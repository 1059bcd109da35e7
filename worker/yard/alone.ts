/** What a node does by itself from when its last command has run out until the next one, and what it tells of that. */
import { fallbackText, type FallbackEntry } from '@/lib/field/fallback-log';
import type { FallbackSetting } from '@/lib/field/frames';
import { Fallback, type FallbackChange, type KeptFallback } from './fallback';
import type { NodeParts } from './node-parts';
import type { RelayBoard } from './relays';

/** What of the node it needs, beside the relay board. */
export interface AloneNode {
  keep(fallback: KeptFallback): void;
  say(text: string): void;
  sendRelays(): void;
}

export class Alone {
  private readonly fallback: Fallback;
  private isAlone = false;

  /** @param startMs monotonic; when the board started, for what ran before that rests from here */
  constructor(
    private readonly parts: Pick<NodeParts, 'rate' | 'time' | 'sample' | 'beforeCoilsChange' | 'log'>,
    private readonly board: RelayBoard,
    kept: KeptFallback | null,
    startMs: number,
    private readonly node: AloneNode,
  ) {
    this.fallback = new Fallback(kept, parts.rate, startMs, (fallback) => node.keep(fallback));
  }

  /** Drives the relays by the node's own point and its own rest, if nobody commands them. */
  drive(now: number): void {
    if (now < this.board.aloneFromMs || !this.fallback.isSet) return;
    if (!this.isAlone) {
      this.isAlone = true;
      this.parts.log('alone', {});
      this.tell({ what: 'begun' }, this.board.aloneFromMs);
    }
    const appMs = this.parts.time.atMs(now);
    const readings = appMs === null ? [] : this.parts.sample(appMs);
    const changes = this.fallback.look(now, (point) => readings.find(({ n }) => n === point)?.v ?? null);
    if (changes.length === 0) return;
    this.parts.beforeCoilsChange(now);
    for (const change of changes) {
      this.board.drive(change.relay, change.what);
      this.tell(change, now);
    }
    this.node.sendRelays();
  }

  /** When it must be looked at again at the latest, monotonic ms. */
  nextMs(now: number): number {
    return now < this.board.aloneFromMs ? this.board.aloneFromMs : this.fallback.nextMs(now);
  }

  /** Fallbacks that came with a command. */
  take(settings: Record<string, FallbackSetting>): void {
    this.fallback.take(settings);
  }

  /** A command drives: what ran by itself ends, as far as the command does not go on with it. */
  end(now: number): void {
    if (!this.isAlone) return;
    this.isAlone = false;
    this.parts.log('commanded again', {});
    const { channels } = this.board.state();
    for (const change of this.fallback.end(now))
      if (channels[String(change.relay)] === 'off') this.tell(change, now);
    this.tell({ what: 'ended' }, now);
  }

  private tell(what: FallbackChange | { what: 'begun' | 'ended' }, monotonicMs: number): void {
    if (what.what === 'on' || what.what === 'off') this.parts.log('fallback', { ...what });
    const at = this.parts.time.atMs(monotonicMs);
    // a node that was never told the time cannot say when; its relays frames still say what its coils are
    if (at === null) return;
    const entry: FallbackEntry = { ...what, at };
    this.node.say(fallbackText(entry));
  }
}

**EXERCISE BRIEF**
Please repeat each line from the one with "if (what.what === 'on'" through the last line of the data above, and add nothing.

**EXERCISE RESPONSE**
    if (what.what === 'on' || what.what === 'off') this.parts.log('fallback', { ...what });
    const at = this.parts.time.atMs(monotonicMs);
    // a node that was never told the time cannot say when; its relays frames still say what its coils are
    if (at === null) return;
    const entry: FallbackEntry = { ...what, at };
    this.node.say(fallbackText(entry));
  }
}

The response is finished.